Where it is used, the proppant may have a size, amount and density
so that it is efficiently carried, dispersed and positioned within
the formed fractures.
In certain applications, the carbon dioxide may be used in
combination with low viscosity aqueous fluids (e.g. <10 mPa-s),
such as those slick-water fracturing fluids commonly used in
fracturing shales. Such slick-water fracturing fluids may have
small amounts of polyacrylamide, used for friction reduction. The
aqueous fluids may be gelled aqueous fluid or a slick water aqueous
fluid. These aqueous fluids could be foamed or energized with
carbon dioxide. The CO.sub.2 may be used to reduce the amount of
water used in such conventional aqueous fluids. In certain cases,
the low viscosity aqueous fluid, with or without CO.sub.2, is
introduced at the end or with the final amounts of the
carbon-dioxide treatment fluid. This may be during the introduction
of the final 1/3 or less of the carbon-dioxide treatment fluid. In
such cases the aqueous fluid is combined with the carbon-dioxide
fluid as the carbon-dioxide fluid is pumped generally continuously
into the wellbore. Alternatively, the aqueous fluid may be
introduced as a separate stage after introduction of all the carbon
dioxide. The aqueous fluid may be used to facilitate transport of
proppant for propping formation fractures.
In another embodiment, the carbon-dioxide treatment fluid may be
used subsequent to a water fracturing operation. The carbon-dioxide
treatment fluid may be introduced into the formation at above or
below the fracture pressure. Addition of the carbon dioxide may
facilitate further evolvement of methane gas from the fractured
formation. It may also facilitate displacement and dewatering of
the formation resulting from the prior water fracturing operation.

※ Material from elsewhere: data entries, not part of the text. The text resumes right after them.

"""What a piece of OpenQASM 3 text says, once read: operations on numbered wires and bits."""

from __future__ import annotations

from dataclasses import dataclass

import numpy as np


@dataclass(frozen=True, slots=True, eq=False)
class Apply:
    """A unitary on some wires.

    Attributes
    ----------
    name : str
    matrix : ndarray of complex, shape (2^k, 2^k)
        First wire most significant.
    wires : tuple of int
        The k wires.
    two_qubit_gates : int
        What it counts as after expansion.
    """

    name: str
    matrix: np.ndarray
    wires: tuple[int, ...]
    two_qubit_gates: int


@dataclass(frozen=True, slots=True)
class Measure:
    """A measurement in the computational basis into a bit."""

    wire: int
    bit: int


@dataclass(frozen=True, slots=True)
class Reset:
    """A wire brought to |0> whatever it held."""

    wire: int


@dataclass(frozen=True, slots=True)
class When:
    """Operations that happen when bits, read as a number with the first bit least significant, equal a value.

    Attributes
    ----------
    bits : tuple of int
    value : int
    then, otherwise : tuple of operations
    """

    bits: tuple[int, ...]
    value: int
    then: tuple[Operation, ...]
    otherwise: tuple[Operation, ...] = ()


Operation = Apply | Measure | Reset | When


@dataclass(frozen=True, slots=True)
class Program:
    """One text, read.

    Attributes
    ----------
    wires, bits : int
        How many; registers are numbered through in the order of their declaration.
    operations : tuple of Apply, Measure, Reset or When
    registers : dict of str to tuple of int
        The classical registers' names and the bits they hold.
    reader : str
        "own" or "importer": which reader took the text.
    """

    wires: int
    bits: int
    operations: tuple[Operation, ...]
    registers: dict[str, tuple[int, ...]]
    reader: str

    @property
    def unitary_part(self) -> tuple[Apply, ...]:
        """Everything before the first measurement, reset or condition."""
        part: list[Apply] = []
        for operation in self.operations:
            if not isinstance(operation, Apply):
                break
            part.append(operation)
        return tuple(part)

    @property
    def two_qubit_gates(self) -> int:
        """Two-qubit gates of the whole text, expanded; those under a condition counted as if it held."""
        return _count(self.operations)

    @property
    def depth(self) -> int:
        """Longest chain of operations that share wires; a condition counts as the operations inside it."""
        level = [0] * max(1, self.wires)
        for wires in _touched(self.operations):
            top = 1 + max(level[w] for w in wires)
            for w in wires:
                level[w] = top
        return max(level)


def _count(operations: tuple[Operation, ...]) -> int:
    total = 0
    for operation in operations:
        if isinstance(operation, Apply):
            total += operation.two_qubit_gates
        elif isinstance(operation, When):
            total += _count(operation.then) + _count(operation.otherwise)
    return total


def _touched(operations: tuple[Operation, ...]) -> list[tuple[int, ...]]:
    result: list[tuple[int, ...]] = []
    for operation in operations:
        if isinstance(operation, Apply):
            result.append(operation.wires)
        elif isinstance(operation, When):
            result.extend(_touched(operation.then + operation.otherwise))
        else:
            result.append((operation.wire,))
    return result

The carbon-dioxide treatment fluid may be introduced immediately
after the water fracturing operation or in refracturing a formation
that has been fractured through conventional water or viscosified
hydraulic fracturing fluids. This may be useful particularly for
non-coal, shale-containing formations, or any other low
permeability formations.
The present invention provides certain advantages. As discussed
previously, the carbon-dioxide treatment fluid is well suited in
treating tight or low permeable formations where conventional
viscosified fracturing fluids cannot be used without significant
formation damage. The carbon-dioxide treatment fluid can be used
for fracturing in areas where water is scarce or in limited supply.

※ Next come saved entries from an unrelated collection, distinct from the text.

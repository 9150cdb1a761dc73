"""Text that the project's own reader does not know, read by Qiskit's OpenQASM 3 importer."""

from __future__ import annotations

from typing import Any

import numpy as np

from encoder_forge.bits import flip_endian
from encoder_forge.errors import InputError
from encoder_forge.qasm.program import Apply, Measure, Operation, Program, Reset, When

_CX_COUNT = {
    "swap": 3, "ccx": 6, "cswap": 8, "crx": 2, "cry": 2, "crz": 2,
    "cp": 2, "cu1": 2, "cu3": 2, "cu": 2,
}  # fmt: skip
_MAX_MATRIX_QUBITS = 2


def import_program(text: str, name: str) -> Program:
    """Read text through Qiskit's importer.

    Parameters
    ----------
    text : str
    name : str
        What to call the text in a complaint.

    Raises
    ------
    InputError
        If the importer refuses it, or it holds operations that no encoder needs (loops, delays, parameters
        left open).
    """
    from qiskit import qasm3

    try:
        circuit = qasm3.loads(text)
    except Exception as error:  # the importer raises types of several packages
        reason = " ".join(str(error).strip().strip("'\"").split()) or type(error).__name__
        raise InputError(
            f"{name}: not OpenQASM 3 text that can be read ({reason}); accepted: what Qiskit's importer takes"
        ) from error
    if circuit.parameters:
        free = ", ".join(sorted(p.name for p in circuit.parameters))
        raise InputError(f"{name}: has open input parameters ({free}); accepted: bound angles only")
    operations = _operations(circuit, list(range(circuit.num_qubits)), list(range(circuit.num_clbits)), name)
    registers = {
        register.name: tuple(circuit.find_bit(bit).index for bit in register) for register in circuit.cregs
    }
    return Program(circuit.num_qubits, circuit.num_clbits, tuple(operations), registers, "importer")


def _operations(circuit: Any, wires: list[int], bits: list[int], name: str) -> list[Operation]:
    result: list[Operation] = []
    for item in circuit.data:
        operation = item.operation
        on = tuple(wires[circuit.find_bit(q).index] for q in item.qubits)
        into = tuple(bits[circuit.find_bit(c).index] for c in item.clbits)
        match operation.name:
            case "measure":
                result.append(Measure(on[0], into[0]))
            case "reset":
                result.append(Reset(on[0]))
            case "barrier":
                pass
            case "if_else":
                result.append(_when(circuit, operation, on, into, bits, name))
            case _:
                _gate(operation, on, result, name)
    return result


def _when(
    circuit: Any, operation: Any, on: tuple[int, ...], into: tuple[int, ...], bits: list[int], name: str
) -> When:
    if not isinstance(operation.condition, tuple):
        raise InputError(f"{name}: a condition on an expression; accepted: a bit, or register == number")
    subject, value = operation.condition
    members = [subject] if not hasattr(subject, "size") else list(subject)
    condition = tuple(bits[circuit.find_bit(bit).index] for bit in members)
    branches = [tuple(_operations(block, list(on), list(into), name)) for block in operation.blocks]
    return When(condition, int(value), *branches)


def _gate(operation: Any, on: tuple[int, ...], result: list[Operation], name: str) -> None:
    if len(on) <= _MAX_MATRIX_QUBITS or operation.name in _CX_COUNT:
        try:
            matrix = np.asarray(operation.to_matrix(), dtype=complex)
        except Exception:
            matrix = None
        if matrix is not None:
            count = _CX_COUNT.get(operation.name, 1) if len(on) > 1 else 0
            if len(on) > 1 and operation.name not in _CX_COUNT and operation.definition is not None:
                count = _two_qubit_count(operation)
            result.append(Apply(operation.name, flip_endian(matrix, len(on)), on, count))
            return
    if operation.definition is None:
        raise InputError(
            f"{name}: operation {operation.name!r} cannot be simulated; "
            "accepted: gates, measure, reset, if on bits"
        )
    for item in operation.definition.data:
        inner = tuple(on[operation.definition.find_bit(q).index] for q in item.qubits)
        _gate(item.operation, inner, result, name)


def _two_qubit_count(operation: Any) -> int:
    """Count the two-qubit gates that a gate's definition spells out (one for a gate known by name)."""
    from qiskit.circuit.library.standard_gates import get_standard_gate_name_mapping

    if operation.name in get_standard_gate_name_mapping() or operation.definition is None:
        return 1
    return sum(
        _CX_COUNT.get(item.operation.name, _two_qubit_count(item.operation))
        for item in operation.definition.data
        if len(item.qubits) > 1
    )
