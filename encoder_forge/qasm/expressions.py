"""Constant angle expressions of OpenQASM 3: numbers, pi, parameters, + - * / ** and a few functions."""

from __future__ import annotations

import ast
import math
from collections.abc import Mapping
from functools import lru_cache

_CONSTANTS = {"pi": math.pi, "π": math.pi, "tau": math.tau, "τ": math.tau, "euler": math.e, "ℇ": math.e}
_FUNCTIONS = {
    "sin": math.sin, "cos": math.cos, "tan": math.tan, "arcsin": math.asin, "arccos": math.acos,
    "arctan": math.atan, "sqrt": math.sqrt, "exp": math.exp, "log": math.log,
}  # fmt: skip


def evaluate(text: str, names: Mapping[str, float] | None = None) -> float:
    """Evaluate a constant expression, in radians.

    Parameters
    ----------
    text : str
    names : mapping of str to float, optional
        Parameters of an enclosing gate definition.

    Raises
    ------
    ValueError
        For anything but arithmetic on numbers, known constants and given names, or a result that is not
        finite.

    >>> evaluate("-3*pi/4") == -3 * math.pi / 4
    True
    """
    try:
        value = _value(_parsed(text), names or {})
    except (SyntaxError, ZeroDivisionError, OverflowError, TypeError, RecursionError, MemoryError) as error:
        raise ValueError(f"cannot evaluate the angle {text!r}") from error
    if not math.isfinite(value):
        raise ValueError(f"the angle {text!r} is not finite")
    return value


@lru_cache(maxsize=4096)
def _parsed(text: str) -> ast.expr:
    return ast.parse(text.strip(), mode="eval").body


def _value(node: ast.expr, names: Mapping[str, float]) -> float:
    if isinstance(node, ast.Constant) and isinstance(node.value, int | float):
        return float(node.value)
    if isinstance(node, ast.Name):
        if node.id in names:
            return names[node.id]
        if node.id in _CONSTANTS:
            return _CONSTANTS[node.id]
    if isinstance(node, ast.UnaryOp) and isinstance(node.op, ast.USub | ast.UAdd):
        value = _value(node.operand, names)
        return -value if isinstance(node.op, ast.USub) else value
    if isinstance(node, ast.BinOp):
        return _binary(node, names)
    if (
        isinstance(node, ast.Call)
        and isinstance(node.func, ast.Name)
        and node.func.id in _FUNCTIONS
        and len(node.args) == 1
        and not node.keywords
    ):
        return _FUNCTIONS[node.func.id](_value(node.args[0], names))
    raise ValueError(f"cannot evaluate {ast.unparse(node)!r}")


def _integer(node: ast.expr) -> bool:
    if isinstance(node, ast.UnaryOp):
        return _integer(node.operand)
    if isinstance(node, ast.BinOp):
        return _integer(node.left) and _integer(node.right)
    return isinstance(node, ast.Constant) and isinstance(node.value, int)


def _binary(node: ast.BinOp, names: Mapping[str, float]) -> float:
    left, right = _value(node.left, names), _value(node.right, names)
    match node.op:
        case ast.Add():
            return left + right
        case ast.Sub():
            return left - right
        case ast.Mult():
            return left * right
        case ast.Div():
            if _integer(node.left) and _integer(node.right):
                # The language divides integers as integers; consumers disagree, so we do not guess.
                raise ValueError(f"{ast.unparse(node)!r} divides integers")
            return left / right
        case ast.Pow():
            power = left**right
            if isinstance(power, complex):
                raise ValueError("a power of a negative number is not real")
            return float(power)
    raise ValueError(f"cannot evaluate {ast.unparse(node)!r}")
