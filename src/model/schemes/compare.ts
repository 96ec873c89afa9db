import * as erlangB from "../blocking/erlang-b";
import { count, positiveCount, requireIn, share, shareBelowOne, type Domain } from "../domain";
import { DomainError, NoAnswerError } from "../errors";
import { bitRate, chipRate, ebN0, otherCellRatio } from "../interference/domains";
import * as cdma from "./cdma";
import * as fdma from "./fdma";
import * as ofdma from "./ofdma";
import { bandwidth, carrierSpacing, carriersPerSector, guardBand } from "./spectrum";
import { subscribersFor, trafficPerUser } from "./subscribers";
import * as tdma from "./tdma";

/** What a comparison reads: names as in the single functions. */
export const COMPARED_FACTS: Readonly<Record<string, Domain>> = {
  bandwidthMHz: bandwidth,
  bitRateKbps: bitRate,
  trafficPerUserE: trafficPerUser,
  blocking: erlangB.blockingTarget,
  activity: cdma.activityFactor,
  ebN0Db: ebN0,
  downlinkEbN0Db: ebN0,
  guardKHz: guardBand,
  controlChannels: count,
  clusterSize: positiveCount,
  sectors: positiveCount,
  channelSpacingKHz: carrierSpacing,
  carrierSpacingKHz: carrierSpacing,
  slotsPerCarrier: tdma.slotCount,
  chipRateMcps: chipRate,
  codeCarrierSpacingKHz: carrierSpacing,
  otherCellRatio,
  orthogonality: share,
  loadLimit: cdma.loadLimitShare,
  powerControlErrorDb: cdma.powerControlError,
  blockBandwidthKHz: ofdma.blockBandwidth,
  blocks: ofdma.blockCount,
  spectralEfficiency: ofdma.spectralEfficiencyRange,
  overheadShare: shareBelowOne,
};

export const COMPARISON_COLUMNS = ["scheme", "channels", "erlangs", "subscribers", "limitedBy"] as const;
export type ComparisonRow = readonly [
  scheme: string,
  channels: number | "",
  erlangs: number | "",
  subscribers: number | "",
  limitedBy: string,
];

/** Spacing of 5 MHz for 3.84 Mchip/s, where the table names none. */
const SPACING_PER_CHIP_RATE = 5000 / 3.84;

const NEEDED = {
  FDMA: ["channelSpacingKHz", "clusterSize"],
  TDMA: ["carrierSpacingKHz", "slotsPerCarrier", "clusterSize"],
  CDMA: ["chipRateMcps", "bitRateKbps", "ebN0Db", "activity", "otherCellRatio"],
  OFDMA: ["blockBandwidthKHz", "bitRateKbps", "spectralEfficiency"],
} as const;
type SchemeName = keyof typeof NEEDED;
const NEEDED_BY_ALL = ["bandwidthMHz", "trafficPerUserE", "blocking"] as const;

/** Users of a sector at once, the traffic that they may be offered, and what stops more. */
interface Capacity {
  readonly channels: number;
  readonly erlangs: number;
  readonly limitedBy: string;
}

/**
 * The same spectrum, service, blocking, guard and control by every scheme.
 *
 * @param facts numbers by the names of COMPARED_FACTS
 * @returns a row for each of FDMA, TDMA, CDMA and OFDMA; one whose facts are missing names them in its last cell
 */
export function compare(facts: ReadonlyMap<string, number>): ComparisonRow[] {
  for (const [name, value] of facts) {
    const allowed = COMPARED_FACTS[name];
    if (allowed) requireIn(allowed, name, value);
  }
  return (Object.keys(NEEDED) as SchemeName[]).map((scheme) => row(scheme, facts));
}

function row(scheme: SchemeName, facts: ReadonlyMap<string, number>): ComparisonRow {
  const missing: string[] = [...NEEDED_BY_ALL, ...NEEDED[scheme]].filter((name) => !facts.has(name));
  if (scheme === "CDMA" && facts.has("orthogonality") !== facts.has("downlinkEbN0Db")) {
    missing.push(facts.has("orthogonality") ? "downlinkEbN0Db" : "orthogonality");
  }
  if (missing.length > 0) return [scheme, "", "", "", `missing: ${missing.join(", ")}`];
  try {
    const { channels, erlangs, limitedBy } = CAPACITY[scheme](new Facts(facts));
    const subscribers = subscribersFor(erlangs, facts.get("trafficPerUserE")!);
    return [scheme, channels, erlangs, subscribers, channels > 0 ? limitedBy : "no channel is left"];
  } catch (thrown) {
    if (thrown instanceof NoAnswerError) return [scheme, "", "", "", thrown.message];
    throw thrown;
  }
}

/** The facts, with the rules that all schemes share. */
class Facts {
  readonly bandwidthMHz: number;
  readonly sectors: number;
  readonly guardKHz: number;
  readonly control: number;

  constructor(private readonly facts: ReadonlyMap<string, number>) {
    this.bandwidthMHz = this.of("bandwidthMHz");
    this.sectors = this.or("sectors", 1);
    this.guardKHz = this.or("guardKHz", 0);
    this.control = this.or("controlChannels", 0);
  }

  of(name: string): number {
    return this.facts.get(name)!;
  }

  or(name: string, fallback: number): number {
    return this.facts.get(name) ?? fallback;
  }

  has(name: string): boolean {
    return this.facts.has(name);
  }

  /** A group of channels where blocked calls are lost. */
  group(channels: number, limitedBy: string): Capacity {
    return { channels, erlangs: erlangB.traffic(channels, this.of("blocking")), limitedBy };
  }

  /** Whole carriers in the spectrum where every sector uses all of them. */
  everywhere(spacingKHz: number): number {
    return carriersPerSector(this.bandwidthMHz, spacingKHz, 1, 1, this.guardKHz);
  }
}

const CAPACITY: Readonly<Record<SchemeName, (facts: Facts) => Capacity>> = {
  FDMA: (f) => {
    const shared = [f.of("clusterSize"), f.sectors, f.guardKHz, f.control] as const;
    return f.group(fdma.channels(f.bandwidthMHz, f.of("channelSpacingKHz"), ...shared), "frequency channels");
  },
  TDMA: (f) => {
    const shared = [f.of("clusterSize"), f.sectors, f.guardKHz, f.control] as const;
    const carrier = [f.of("carrierSpacingKHz"), f.of("slotsPerCarrier")] as const;
    return f.group(tdma.channels(f.bandwidthMHz, ...carrier, ...shared), "time slots");
  },
  CDMA: codeDivision,
  OFDMA: (f) => {
    const width = f.of("blockBandwidthKHz");
    const fitting = f.everywhere(width);
    const blocks = f.or("blocks", fitting);
    if (blocks > fitting) throw new DomainError("blocks", blocks, `at most the ${fitting} blocks of the same spectrum`);
    if (blocks === 0) return f.group(0, "resource blocks");
    const bearers = ofdma.channels(
      blocks,
      width,
      f.of("bitRateKbps"),
      f.of("spectralEfficiency"),
      f.or("overheadShare", 0.25),
    );
    return f.group(Math.max(0, bearers - f.control), "resource blocks");
  },
};

function codeDivision(f: Facts): Capacity {
  const chips = f.of("chipRateMcps");
  const i = f.of("otherCellRatio");
  const activity = f.of("activity");
  const limit = f.or("loadLimit", 0.75);
  const carriers = f.everywhere(f.or("codeCarrierSpacingKHz", chips * SPACING_PER_CHIP_RATE));
  const link = [chips, f.of("bitRateKbps")] as const;
  const up = limit * cdma.pole(...link, f.of("ebN0Db"), activity, i, f.or("powerControlErrorDb", 0));
  const down = f.has("orthogonality")
    ? cdma.downlinkChannels(
        ...link,
        f.of("downlinkEbN0Db"),
        activity,
        i,
        f.of("orthogonality"),
        limit,
        f.or("overheadShare", 0.2),
      )
    : Infinity;
  // Neighbours' unused load helps the uplink only, so the downlink is a plain group.
  if (down < up) return f.group(Math.max(0, carriers * down - f.control), "downlink power");
  const users = Math.max(0, carriers * up - f.control);
  return {
    channels: Math.floor(users),
    erlangs: cdma.softTraffic(users, i, f.of("blocking")),
    limitedBy: "uplink load",
  };
}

Additionally, the carbon-dioxide based fracturing fluids avoid the
permeability damage that may result with even water and slick-water
fracturing fluids, which can leave as much as 30% or more water in
the formation. The carbon-dioxide treatment fluid can be provided
with viscosities greater than those of water and slick-water
fracturing fluids. This allows greater fracture length and
penetration into the formation without the resulting damage of the
water-based fluids. The carbon dioxide may also act as a dewatering
agent, making it particularly useful subsequent to water fracturing
or in refracturing operations.
In addition to the above advantages, the carbon dioxide provides
further displacement of methane within the formation because of its
preferential absorption to the surfaces of the formation compared
to methane. The fracturing treatment and/or the preferential
absorption of CO.sub.2 can also lead to spontaneous desorption of
methane if enough methane is produced such that the formation
pressure drops below the critical methane desorption pressure.

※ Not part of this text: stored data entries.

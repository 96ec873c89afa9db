import * as erlangB from "../blocking/erlang-b";
import { domain, requireIn, share, shareBelowOne } from "../domain";
import { NoAnswerError } from "../errors";
import { bitRate, chipRate, ebN0, otherCellRatio as otherCellRatios, processingGain } from "../interference/domains";
import * as load from "../interference/load";
import { fromDecibel, toDecibel } from "../numerics/decibel";
import { wholeWithin } from "../numerics/whole";
import { subscribersFor } from "./subscribers";

/** Share of time that a user sends; 0 would mean no load at all. */
export const activityFactor = domain(0, 1, "a share above 0, up to 1", { openLow: true });
/** Share of the pole capacity that is planned for. */
export const loadLimitShare = domain(0, 1, "a share above 0 and below 1", { openLow: true, openHigh: true });
export const powerControlError = domain(0, 20, "a standard deviation from 0 to 20 dB");
export const powerLevel = domain(-300, 300, "a power from -300 to 300 dBm");
export const lossLevel = domain(0, 400, "a loss from 0 to 400 dB");

const DECIBEL_PER_NEPER = 10 / Math.LN10;

/**
 * Pole capacity of the uplink: users at which the load would reach 1.
 *
 * F / ((1 - e + i) L1), L1 = 1/(1 + (W/R)/(Eb/N0 v)) the load of one user, F = exp(-(s ln10/10)^2 / 2) for imperfect power
 * control with standard deviation s in dB.
 *
 * @param chipRateMcps chip rate W
 * @param bitRateKbps bit rate R
 * @param ebN0Db required Eb/N0
 * @param activity v, share of time that a user sends
 * @param otherCellRatio i, other-cell interference over own-cell power
 * @param powerControlErrorDb s, standard deviation of received powers
 * @param efficiency e, share of own-cell interference that a multi-user receiver removes
 * @returns users, not rounded
 */
export function pole(
  chipRateMcps: number,
  bitRateKbps: number,
  ebN0Db: number,
  activity: number,
  otherCellRatio: number,
  powerControlErrorDb = 0,
  efficiency = 0,
): number {
  requireIn(chipRate, "chipRateMcps", chipRateMcps);
  requireIn(bitRate, "bitRateKbps", bitRateKbps);
  requireIn(ebN0, "ebN0Db", ebN0Db);
  requireIn(activityFactor, "activity", activity);
  requireIn(otherCellRatios, "otherCellRatio", otherCellRatio);
  requireIn(powerControlError, "powerControlErrorDb", powerControlErrorDb);
  requireIn(share, "efficiency", efficiency);
  const shared = 1 - efficiency + otherCellRatio;
  if (shared === 0) {
    throw new NoAnswerError(
      "The receiver removes all interference and other cells add none: nothing limits the users.",
    );
  }
  const users = 1 + processingGain(chipRateMcps, bitRateKbps) / (fromDecibel(ebN0Db) * activity);
  const spread = powerControlErrorDb / DECIBEL_PER_NEPER;
  return (Math.exp((-spread * spread) / 2) * users) / shared;
}

/**
 * Users of one cell and carrier at a planned load: floor(loadLimit pole).
 *
 * @param chipRateMcps as for pole
 * @param bitRateKbps as for pole
 * @param ebN0Db as for pole
 * @param activity as for pole
 * @param otherCellRatio as for pole
 * @param loadLimit planned share of the pole capacity
 * @param powerControlErrorDb as for pole
 * @param efficiency as for pole
 */
export function channels(
  chipRateMcps: number,
  bitRateKbps: number,
  ebN0Db: number,
  activity: number,
  otherCellRatio: number,
  loadLimit = 0.75,
  powerControlErrorDb = 0,
  efficiency = 0,
): number {
  requireIn(loadLimitShare, "loadLimit", loadLimit);
  return wholeWithin(
    loadLimit * pole(chipRateMcps, bitRateKbps, ebN0Db, activity, otherCellRatio, powerControlErrorDb, efficiency),
  );
}

/**
 * Users of one cell and carrier that the downlink power serves:
 * floor((loadLimit - overhead) / (v (Eb/N0)/(W/R) ((1 - a) + i))).
 *
 * @param chipRateMcps as for pole
 * @param bitRateKbps as for pole
 * @param ebN0Db required Eb/N0 of the downlink
 * @param activity as for pole
 * @param otherCellRatio as for pole, at a mean place of the cell
 * @param orthogonality a, 1 for codes that stay orthogonal
 * @param loadLimit planned share of the maximum power
 * @param overheadShare share of the maximum power that common channels take
 */
export function downlinkChannels(
  chipRateMcps: number,
  bitRateKbps: number,
  ebN0Db: number,
  activity: number,
  otherCellRatio: number,
  orthogonality: number,
  loadLimit = 0.75,
  overheadShare = 0.2,
): number {
  requireIn(activityFactor, "activity", activity);
  requireIn(loadLimitShare, "loadLimit", loadLimit);
  requireIn(shareBelowOne, "overheadShare", overheadShare);
  const one = load.downlink([ebN0Db], [bitRateKbps], [activity], [1], chipRateMcps, otherCellRatio, orthogonality);
  if (one === 0) {
    throw new NoAnswerError("Codes stay orthogonal and other cells add no interference: nothing limits the users.");
  }
  return Math.max(0, wholeWithin((loadLimit - overheadShare) / one));
}

/**
 * Traffic under soft blocking: ErlangB.traffic(N (1 + i), B) / (1 + i), the group seen with its neighbours' share of the load.
 *
 * @param channels N, users at the planned load; need not be whole
 * @param otherCellRatio i
 * @param blocking blocking target
 * @returns erlang
 */
export function softTraffic(channels: number, otherCellRatio: number, blocking: number): number {
  requireIn(otherCellRatios, "otherCellRatio", otherCellRatio);
  return erlangB.traffic(channels * (1 + otherCellRatio), blocking) / (1 + otherCellRatio);
}

/**
 * Subscribers of one cell and carrier: floor(softTraffic(loadLimit pole, i, blocking) / traffic of one).
 *
 * @param chipRateMcps as for pole
 * @param bitRateKbps as for pole
 * @param ebN0Db as for pole
 * @param activity as for pole
 * @param otherCellRatio as for pole
 * @param trafficPerUserE traffic of one subscriber, erlang
 * @param blocking blocking target
 * @param loadLimit as for channels
 * @param powerControlErrorDb as for pole
 * @param efficiency as for pole
 */
export function subscribers(
  chipRateMcps: number,
  bitRateKbps: number,
  ebN0Db: number,
  activity: number,
  otherCellRatio: number,
  trafficPerUserE: number,
  blocking: number,
  loadLimit = 0.75,
  powerControlErrorDb = 0,
  efficiency = 0,
): number {
  requireIn(loadLimitShare, "loadLimit", loadLimit);
  const users =
    loadLimit * pole(chipRateMcps, bitRateKbps, ebN0Db, activity, otherCellRatio, powerControlErrorDb, efficiency);
  return subscribersFor(softTraffic(users, otherCellRatio, blocking), trafficPerUserE);
}

/**
 * Power that a cell sends: (common + noise meanLoss sum K v (Eb/N0)/(W/R)) / (1 - downlink load).
 *
 * K. Sipila, Z.-C. Honkasalo, J. Laiho-Steffens, A. Wacker, "Estimation of capacity and required transmission power of WCDMA
 * downlink based on a downlink pole equation", VTC 2000.
 *
 * @param ebN0Db required Eb/N0 per service
 * @param bitRateKbps bit rate per service
 * @param activity activity per service
 * @param users users per service
 * @param chipRateMcps chip rate W
 * @param otherCellRatio i
 * @param orthogonality a
 * @param noiseFloorDbm noise of a mobile in the carrier
 * @param meanLossDb mean path loss
 * @param commonDbm power of the common channels
 * @returns dBm
 * @throws NoAnswerError at or above the pole
 */
export function downlinkPower(
  ebN0Db: readonly number[],
  bitRateKbps: readonly number[],
  activity: readonly number[],
  users: readonly number[],
  chipRateMcps: number,
  otherCellRatio: number,
  orthogonality: number,
  noiseFloorDbm: number,
  meanLossDb: number,
  commonDbm: number,
): number {
  requireIn(powerLevel, "noiseFloorDbm", noiseFloorDbm);
  requireIn(lossLevel, "meanLossDb", meanLossDb);
  requireIn(powerLevel, "commonDbm", commonDbm);
  const used = load.downlink(ebN0Db, bitRateKbps, activity, users, chipRateMcps, otherCellRatio, orthogonality);
  if (used >= 1) {
    throw new NoAnswerError(`The downlink load is ${used}: no power serves these users, the pole is at 1.`);
  }
  // Load with neither orthogonality nor other cells is the plain sum of K v (Eb/N0)/(W/R).
  const needed = load.downlink(ebN0Db, bitRateKbps, activity, users, chipRateMcps, 0, 0);
  const milliwatt = fromDecibel(commonDbm) + fromDecibel(noiseFloorDbm + meanLossDb) * needed;
  return toDecibel(milliwatt / (1 - used));
}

While the invention has been shown in only some of its forms, it
should be apparent to those skilled in the art that it is not so
limited, but is susceptible to various changes and modifications
without departing from the scope of the invention. Accordingly, it
is appropriate that the appended claims be construed broadly and in
a manner consistent with the scope of the invention.